MANAGED BY:
JUMAT
27 JANUARI
UTAMA | SANGGAM | PEMERINTAHAN | PARLEMENTARIA | EKONOMI | ALL SPORT | KALTIM | KOMBIS

UTAMA

Kamis, 08 Desember 2022 01:45
Putusan Dianggap Cacat Hukum

KONI Ajukan Banding, Tuntut Empat Medali Emas Berau Dikembalikan

DIANGGAP SEPIHAK: Ketua KONI Berau Al Hamid bersama Wakil Ketua La Ode Ilyas dan Ketua PRSI Berau dr Abdul Djabbar Kareem, ketika menggelar konferensi pers di Sekretariat Porprov VII Kaltim kemarin.

TANJUNG REDEB – Jajaran Komite Olahraga Nasional Indonesia (KONI) Berau menilai keputusan Dewan Hakim Porprov Kaltim yang mengabulkan gugatan kontingen Kutai Timur (Kutim), cacat hukum. Gugatan mengenai penggunaan atlet luar oleh cabor renang Berau yang berhasil mendulang banyak medali di Porprov VII Kaltim, dianggap maladministrasi.

Dikatakan Ketua KONI Berau Alhamid, pada dasarnya keputusan Dewan Hakim dianggap sepihak. Sebab tidak satupun dari pihak cabor renang dan perwakilan KONI Berau, termasuk tim pengawas dan pengarah (Wasrah), dilibatkan atau dimintai keterangan dalam sidang hingga pengambilan keputusan atas gugatan kontingen Kutim.

"Saat sidang oleh Dewan Hakim, pihak kami (KONI Berau) tidak dipanggil, Ketua PRSI (Persatuan Renang Seluruh Indonesia) Berau tidak ada dihadirkan. Begitu juga tim wasrah. Makanya kita melihat ini keputusan sepihak. Harusnya dipanggil pihak yang bersangkutan. Keputusan ini cacat hukum," ujar Alhamid saat menggelar konferensi pers di Sekretariat PB Porprov VII Kaltim, di Jalan Mangga II Tanjung Redeb kemarin (7/12).

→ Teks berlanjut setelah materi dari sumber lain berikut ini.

package model

import "math"

// anew is how many samples in a row may be carried from one to the next before the exponentials are taken anew:
// rounding grows by about one unit of the last place a sample.
const anew = 64

// sampleLine fills samples of a field with one axis, as Sample does for any, with less work: even steps of time within a segment
// multiply each mode by the same number, and what the media hold is added up once a segment.
func (f *tensor) sampleLine(h *History, s *Samples) {
	b, n := h.body, f.axes[0].n
	amp, factor, rest := make([]float64, n), make([]float64, n), make([]float64, len(b.buf))
	var sg *tensorSeg
	restMean, step := 0.0, math.NaN()
	carried, keep, span := 0, n, 0
	for k, t := range s.TimesS {
		for span < len(h.Spans)-1 && t > h.Spans[span].EndS {
			span++
		}
		fresh := sg == nil || t > sg.t1
		if fresh {
			sg = &f.segs[f.segAt(t)]
		}
		st, tau := sg.step, math.Min(math.Max(t-sg.t0, 0), sg.t1-sg.t0)
		if fresh || carried == anew {
			f.gridValues(st)
			keep, carried, step = decays(st.ax[0].rate, tau, amp), 0, math.NaN()
			for i, c := range sg.c[:keep] {
				amp[i] *= c
			}
		} else {
			if d := t - s.TimesS[k-1]; d != step {
				step = d
				for i, r := range st.ax[0].rate[:keep] {
					factor[i] = math.Exp(-r * d)
				}
			}
			carried++
			for i, x := range factor[:keep] {
				amp[i] *= x
			}
			for keep > 1 && math.Abs(amp[keep-1]) < 1e-12 {
				keep--
			}
		}
		if fresh || sg.moves() {
			restMean = sg.rest(tau, rest)
		}
		for g := range b.buf {
			sum := rest[g]
			for i, v := range st.gridB[0][g*n : g*n+keep] {
				sum += v * amp[i]
			}
			b.buf[g] = sum
		}
		mean := restMean
		for i, v := range st.e0[0][:keep] {
			mean += v * amp[i]
		}
		low, high := f.ends(b, t)
		hull := h.hull[span]
		s.Points[0][k], s.Mean[k] = clamp(b.buf[b.order[0]], hull), clamp(mean, hull)
		s.Coldest[k], s.ColdestAt[k] = clamp(low.c, hull), b.place(low.x)
		s.Hottest[k], s.HottestAt[k] = clamp(high.c, hull), b.place(high.x)
	}
}

// moves tells whether a medium changes within a segment.
func (sg *tensorSeg) moves() bool {
	for _, x := range sg.slope {
		if x != 0 {
			return true
		}
	}
	return false
}

// rest fills out with what the media hold at the nodes, tau after the start of a segment, and gives its mean.
func (sg *tensorSeg) rest(tau float64, out []float64) (mean float64) {
	st := sg.step
	clear(out)
	for g := range st.groups {
		level, slope := sg.level[g]+sg.slope[g]*tau, sg.slope[g]
		mean += st.meanS[g]*level - st.meanW[g]*slope
		for i, v := range st.steady[g] {
			out[i] += v*level - st.creep[g][i]*slope
		}
	}
	return mean
}

// ends finds the coldest and hottest place from the nodes in buf, going along the axis only where the nodes leave it open.
func (f *tensor) ends(b *body, t float64) (low, high extreme) {
	lo, hi := b.lowest()
	var shot snapshot
	at := func(node int, sign float64) extreme {
		if b.settled(node, node, 0, 1, sign) {
			return extreme{b.buf[node], coord{b.nodes.x[0][node]}}
		}
		if shot == nil {
			shot = f.at(t)
		}
		return b.descend(shot, node, [3]int{node}, [3]int{1}, [3]bool{false, true, true}, sign)
	}
	low, high = at(lo, 1), at(hi, -1)
	reach := rivalShare * (b.buf[hi] - b.buf[lo])
	if i := b.rival(lo, 1, reach, low.c); i >= 0 {
		if e := at(i, 1); e.c < low.c-flatK {
			low = e
		}
	}
	if i := b.rival(hi, -1, reach, high.c); i >= 0 {
		if e := at(i, -1); e.c > high.c+flatK {
			high = e
		}
	}
	return low, high
}
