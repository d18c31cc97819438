package model

import (
	"fmt"
	"math"
	"testing"

	"gonum.org/v1/gonum/mat"
)

// The eigenvalues of a bordered diagonal matrix, held against gonum's general solver (an independent method).
func TestRankOneAgainstGeneralSolver(t *testing.T) {
	for _, kind := range []axisKind{planeHalf, planeFull, radial, spherical} {
		for _, n := range []int{3, 8, 20, 40} {
			for _, rho := range []float64{1e-6, 0.03, 1.7, 40, 1e5} {
				t.Run(fmt.Sprintf("kind %d, %d functions, rho %g", kind, n, rho), func(t *testing.T) {
					b := baseOf(kind, n)
					mu, q, g := rankOne(new(slab), b.d, b.top, rho)
					a := mat.NewSymDense(n, nil)
					for i := range b.d {
						for j := i; j < n; j++ {
							x := rho * b.top[i] * b.top[j]
							if i == j {
								x += b.d[i]
							}
							a.SetSym(i, j, x)
						}
					}
					var eig mat.EigenSym
					if !eig.Factorize(a, true) {
						t.Fatal("no eigenvalues")
					}
					want := eig.Values(nil)
					size := want[n-1]
					for i := range mu {
						if e := math.Abs(mu[i] - want[i]); e > 2e-13*size {
							t.Errorf("eigenvalue %d: %.15g, general solver %.15g", i, mu[i], want[i])
						}
					}
					for i := 0; i < n; i++ {
						vq := 0.0
						for k := 0; k < n; k++ {
							vq += rho * b.top[k] * q[k*n+i]
						}
						if math.Abs(vq-g[i]) > 1e-8*(1+math.Abs(g[i]))*math.Max(1, rho/1e3) {
							t.Errorf("drive %d: %g, summed %g", i, g[i], vq)
						}
						for j := i; j < n; j++ {
							dot := 0.0
							for k := 0; k < n; k++ {
								dot += q[k*n+i] * q[k*n+j]
							}
							if i == j {
								dot--
							}
							if math.Abs(dot) > 1e-13 {
								t.Errorf("vectors %d and %d: %g", i, j, dot)
							}
						}
					}
				})
			}
		}
	}
}

func BenchmarkRankOne10(b *testing.B) {
	s := baseOf(planeHalf, 10)
	for b.Loop() {
		rankOne(new(slab), s.d, s.top, 1.3)
	}
}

Dijelaskannya, seharusnya persoalan ini tidak dilakukan ketika pelaksanaan perlombaan sudah selesai. Mestinya diperdebatkan sejak awal, terutama saat dilaksanakannya Technical Meeting (TM). Sementara saat TM cabor renang, tidak satupun kontingen dari kabupaten/kota lain mempersoalkan hal tersebut. Sebab bukan hanya Berau yang menggunakan atlet dari luar daerah di cabor renang. Beberapa daerah lainnya juga mengambil atlet dari luar daerah. “Itu sudah dijelaskan di TM dan tidak ada masalah,” katanya.

Malah untuk atlet Berau, lanjut dia, tetap mengikuti proses administrasi persyaratan kontingen, dengan menjadikan atlet luar daerah tersebut sebagai warga Berau. Serta meneken surat pernyataan, bahwa akan mewakili Kaltim jika lolos dalam tahap seleksi Pekan Olahraga Nasional (PON).

“Cuma karena atlet yang kita bawa ini banyak mendulang medali, ada yang tidak puas dan melaporkan ke Dewan Hakim,” terangnya. Seharusnya, jika ada persoalan diselesaikan saat TM, atau mengajukan keberatan sebelum atlet bertanding. “Ini sejak awal tidak ada masalah, tapi ketika banyak medali didapat, jadi dipermasalahkan. Karena sudah dilakukan penyerahan medali baru dipersoalkan,” ungkapnya.

“Mungkin mereka (kabupaten/kota lain) tidak menyangka, kami sendiri tidak menyangka atlet ini bisa mendulang banyak medali. Tapi apapun alasannya, ini tidak adil. Kenapa setelah meraih medali baru dipersoalkan, padahal sudah dibahas bersama sebelumnya di TM,” sambung Alhamid.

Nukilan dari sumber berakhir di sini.